**Problem description**
Retype word for word the lines of the data below, from the first to the one bearing "from = at + 1;", with that one included.

Records for the exercise Block Start

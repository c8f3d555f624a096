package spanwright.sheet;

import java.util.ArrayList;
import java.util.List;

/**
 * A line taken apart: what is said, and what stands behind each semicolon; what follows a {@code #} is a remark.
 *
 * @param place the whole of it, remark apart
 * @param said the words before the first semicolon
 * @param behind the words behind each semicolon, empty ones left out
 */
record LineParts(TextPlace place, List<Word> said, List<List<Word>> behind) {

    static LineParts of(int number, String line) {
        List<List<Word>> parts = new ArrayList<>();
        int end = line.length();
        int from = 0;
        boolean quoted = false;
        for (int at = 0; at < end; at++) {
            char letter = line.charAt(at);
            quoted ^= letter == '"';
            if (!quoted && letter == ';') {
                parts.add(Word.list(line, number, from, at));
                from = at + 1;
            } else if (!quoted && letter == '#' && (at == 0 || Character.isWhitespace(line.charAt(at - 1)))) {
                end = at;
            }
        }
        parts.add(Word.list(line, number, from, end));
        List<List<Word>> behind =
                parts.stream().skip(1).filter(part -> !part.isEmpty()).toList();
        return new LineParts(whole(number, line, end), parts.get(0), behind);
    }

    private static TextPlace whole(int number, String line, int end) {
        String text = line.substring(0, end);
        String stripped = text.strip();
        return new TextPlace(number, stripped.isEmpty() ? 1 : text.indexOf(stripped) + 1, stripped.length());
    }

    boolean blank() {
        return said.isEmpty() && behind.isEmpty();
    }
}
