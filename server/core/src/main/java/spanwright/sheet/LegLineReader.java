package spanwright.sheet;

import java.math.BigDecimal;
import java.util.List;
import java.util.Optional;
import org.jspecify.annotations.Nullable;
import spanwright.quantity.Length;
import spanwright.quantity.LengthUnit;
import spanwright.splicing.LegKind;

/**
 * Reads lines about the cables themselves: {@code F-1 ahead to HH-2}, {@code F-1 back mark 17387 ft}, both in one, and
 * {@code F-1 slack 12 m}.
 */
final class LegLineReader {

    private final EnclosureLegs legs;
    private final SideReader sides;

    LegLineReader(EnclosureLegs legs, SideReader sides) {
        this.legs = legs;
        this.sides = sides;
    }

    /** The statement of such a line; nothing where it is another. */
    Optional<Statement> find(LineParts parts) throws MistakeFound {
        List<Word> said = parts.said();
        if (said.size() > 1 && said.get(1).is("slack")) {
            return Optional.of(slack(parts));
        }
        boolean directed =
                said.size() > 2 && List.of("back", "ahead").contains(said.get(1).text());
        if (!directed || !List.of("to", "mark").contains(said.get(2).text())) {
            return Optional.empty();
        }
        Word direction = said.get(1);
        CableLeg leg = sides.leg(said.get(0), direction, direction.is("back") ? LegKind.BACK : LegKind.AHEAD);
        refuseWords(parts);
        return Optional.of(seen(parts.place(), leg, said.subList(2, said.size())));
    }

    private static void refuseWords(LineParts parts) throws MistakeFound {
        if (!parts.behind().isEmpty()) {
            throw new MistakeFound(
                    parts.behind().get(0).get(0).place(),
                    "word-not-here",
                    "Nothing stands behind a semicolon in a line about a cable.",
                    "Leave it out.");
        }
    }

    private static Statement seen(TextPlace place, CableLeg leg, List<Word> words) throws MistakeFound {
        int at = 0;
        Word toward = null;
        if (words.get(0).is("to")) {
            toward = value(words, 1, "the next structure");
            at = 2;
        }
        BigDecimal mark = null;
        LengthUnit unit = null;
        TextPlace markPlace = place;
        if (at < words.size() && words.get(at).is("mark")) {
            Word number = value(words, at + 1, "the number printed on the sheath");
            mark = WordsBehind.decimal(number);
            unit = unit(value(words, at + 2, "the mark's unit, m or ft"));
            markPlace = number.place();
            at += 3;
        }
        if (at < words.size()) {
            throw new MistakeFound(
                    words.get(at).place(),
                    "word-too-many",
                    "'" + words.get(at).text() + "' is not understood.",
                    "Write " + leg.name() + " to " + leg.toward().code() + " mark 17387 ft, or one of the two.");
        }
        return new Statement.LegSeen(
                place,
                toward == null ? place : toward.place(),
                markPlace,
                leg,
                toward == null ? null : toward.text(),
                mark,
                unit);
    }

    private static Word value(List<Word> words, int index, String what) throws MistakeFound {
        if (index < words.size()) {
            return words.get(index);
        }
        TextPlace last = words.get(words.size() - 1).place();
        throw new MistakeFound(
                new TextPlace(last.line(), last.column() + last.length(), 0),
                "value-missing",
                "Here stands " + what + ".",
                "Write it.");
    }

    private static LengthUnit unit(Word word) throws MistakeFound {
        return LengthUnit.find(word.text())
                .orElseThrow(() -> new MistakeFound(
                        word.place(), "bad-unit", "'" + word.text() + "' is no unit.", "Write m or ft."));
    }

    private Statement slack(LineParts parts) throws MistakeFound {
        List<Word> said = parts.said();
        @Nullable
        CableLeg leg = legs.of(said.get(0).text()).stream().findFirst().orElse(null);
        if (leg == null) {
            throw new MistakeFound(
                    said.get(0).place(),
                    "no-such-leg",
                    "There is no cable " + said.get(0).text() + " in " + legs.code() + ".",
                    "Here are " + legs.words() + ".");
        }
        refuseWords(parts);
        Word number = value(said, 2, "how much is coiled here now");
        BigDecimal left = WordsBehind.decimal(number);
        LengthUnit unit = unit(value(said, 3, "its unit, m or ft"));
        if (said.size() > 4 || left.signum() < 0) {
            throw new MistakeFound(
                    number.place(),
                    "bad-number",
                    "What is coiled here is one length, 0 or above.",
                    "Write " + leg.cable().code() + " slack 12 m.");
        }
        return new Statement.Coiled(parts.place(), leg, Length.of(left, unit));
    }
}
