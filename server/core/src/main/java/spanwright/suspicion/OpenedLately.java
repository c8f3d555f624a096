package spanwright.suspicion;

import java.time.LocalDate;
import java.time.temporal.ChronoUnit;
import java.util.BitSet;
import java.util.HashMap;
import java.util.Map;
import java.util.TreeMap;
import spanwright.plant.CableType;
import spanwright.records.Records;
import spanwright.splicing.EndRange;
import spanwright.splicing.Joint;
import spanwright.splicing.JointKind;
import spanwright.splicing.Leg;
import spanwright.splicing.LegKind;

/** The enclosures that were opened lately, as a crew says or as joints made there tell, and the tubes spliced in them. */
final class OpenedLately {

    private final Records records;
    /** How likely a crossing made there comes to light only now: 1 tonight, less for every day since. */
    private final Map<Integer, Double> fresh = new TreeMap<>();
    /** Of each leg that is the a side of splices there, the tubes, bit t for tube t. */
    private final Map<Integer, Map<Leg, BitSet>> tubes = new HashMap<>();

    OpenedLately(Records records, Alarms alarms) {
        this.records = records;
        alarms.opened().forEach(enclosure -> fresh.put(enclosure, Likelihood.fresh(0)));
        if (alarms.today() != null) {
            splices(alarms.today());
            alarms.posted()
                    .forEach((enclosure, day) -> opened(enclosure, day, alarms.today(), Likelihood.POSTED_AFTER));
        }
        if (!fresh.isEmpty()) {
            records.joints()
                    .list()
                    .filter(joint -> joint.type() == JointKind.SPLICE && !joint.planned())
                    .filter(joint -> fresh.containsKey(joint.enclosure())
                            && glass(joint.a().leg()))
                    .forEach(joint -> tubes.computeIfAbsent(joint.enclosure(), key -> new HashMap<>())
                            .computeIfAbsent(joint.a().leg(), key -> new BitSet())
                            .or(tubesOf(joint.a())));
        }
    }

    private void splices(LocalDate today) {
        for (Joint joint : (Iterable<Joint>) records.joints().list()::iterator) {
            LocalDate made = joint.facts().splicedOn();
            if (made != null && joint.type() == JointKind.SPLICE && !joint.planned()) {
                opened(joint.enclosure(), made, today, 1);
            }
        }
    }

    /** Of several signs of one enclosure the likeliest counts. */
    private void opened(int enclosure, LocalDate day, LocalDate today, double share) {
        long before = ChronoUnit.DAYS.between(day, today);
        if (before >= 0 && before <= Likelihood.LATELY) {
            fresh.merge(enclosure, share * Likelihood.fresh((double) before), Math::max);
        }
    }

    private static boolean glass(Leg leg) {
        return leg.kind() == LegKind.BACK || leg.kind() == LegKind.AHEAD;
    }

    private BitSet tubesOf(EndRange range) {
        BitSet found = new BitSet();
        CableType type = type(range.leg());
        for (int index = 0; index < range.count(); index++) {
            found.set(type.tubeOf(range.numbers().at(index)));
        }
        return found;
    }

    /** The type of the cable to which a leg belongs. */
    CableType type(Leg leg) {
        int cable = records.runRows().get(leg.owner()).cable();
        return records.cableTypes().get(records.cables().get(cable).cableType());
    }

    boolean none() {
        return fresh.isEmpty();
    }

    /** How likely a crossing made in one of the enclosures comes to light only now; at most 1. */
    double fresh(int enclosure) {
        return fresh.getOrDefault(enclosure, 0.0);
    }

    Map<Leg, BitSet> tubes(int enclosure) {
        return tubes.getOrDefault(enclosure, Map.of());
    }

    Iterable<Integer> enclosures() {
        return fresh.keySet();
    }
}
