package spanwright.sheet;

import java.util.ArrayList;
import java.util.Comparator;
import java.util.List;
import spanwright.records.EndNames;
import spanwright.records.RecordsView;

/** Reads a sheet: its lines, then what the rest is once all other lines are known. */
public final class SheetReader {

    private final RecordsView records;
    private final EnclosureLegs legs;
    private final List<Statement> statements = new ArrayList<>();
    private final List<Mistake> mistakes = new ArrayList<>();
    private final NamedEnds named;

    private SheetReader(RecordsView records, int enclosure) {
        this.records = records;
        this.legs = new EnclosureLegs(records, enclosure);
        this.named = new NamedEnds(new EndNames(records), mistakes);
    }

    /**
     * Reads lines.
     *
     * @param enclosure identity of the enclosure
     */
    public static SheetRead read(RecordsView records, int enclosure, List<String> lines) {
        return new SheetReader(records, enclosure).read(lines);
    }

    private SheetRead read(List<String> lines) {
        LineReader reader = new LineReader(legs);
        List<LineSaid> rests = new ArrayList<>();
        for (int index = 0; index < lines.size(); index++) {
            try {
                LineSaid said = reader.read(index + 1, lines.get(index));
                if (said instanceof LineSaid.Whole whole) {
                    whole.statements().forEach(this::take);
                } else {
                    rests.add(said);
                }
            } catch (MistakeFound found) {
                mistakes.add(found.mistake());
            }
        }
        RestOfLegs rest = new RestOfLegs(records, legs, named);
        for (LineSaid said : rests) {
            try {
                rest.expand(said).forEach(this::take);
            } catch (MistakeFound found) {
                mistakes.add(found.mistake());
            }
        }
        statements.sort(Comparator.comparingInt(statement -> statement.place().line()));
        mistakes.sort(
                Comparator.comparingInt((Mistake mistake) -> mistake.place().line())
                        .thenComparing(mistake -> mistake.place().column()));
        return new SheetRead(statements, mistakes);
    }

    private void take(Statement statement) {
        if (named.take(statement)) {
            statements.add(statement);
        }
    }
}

Records for the exercise Block End

**Answer section**
repository c8f3d555f624a096
package spanwright.sheet;

import java.util.ArrayList;
import java.util.List;

/**
 * A line taken apart: what is said, and what stands behind each semicolon; what follows a {@code #} is a remark.
 *
 * @param place the whole of it, remark apart
 * @param said the words before the first semicolon
 * @param behind the words behind each semicolon, empty ones left out
 */
record LineParts(TextPlace place, List<Word> said, List<List<Word>> behind) {

    static LineParts of(int number, String line) {
        List<List<Word>> parts = new ArrayList<>();
        int end = line.length();
        int from = 0;
        boolean quoted = false;
        for (int at = 0; at < end; at++) {
            char letter = line.charAt(at);
            quoted ^= letter == '"';
            if (!quoted && letter == ';') {
                parts.add(Word.list(line, number, from, at));
                from = at + 1;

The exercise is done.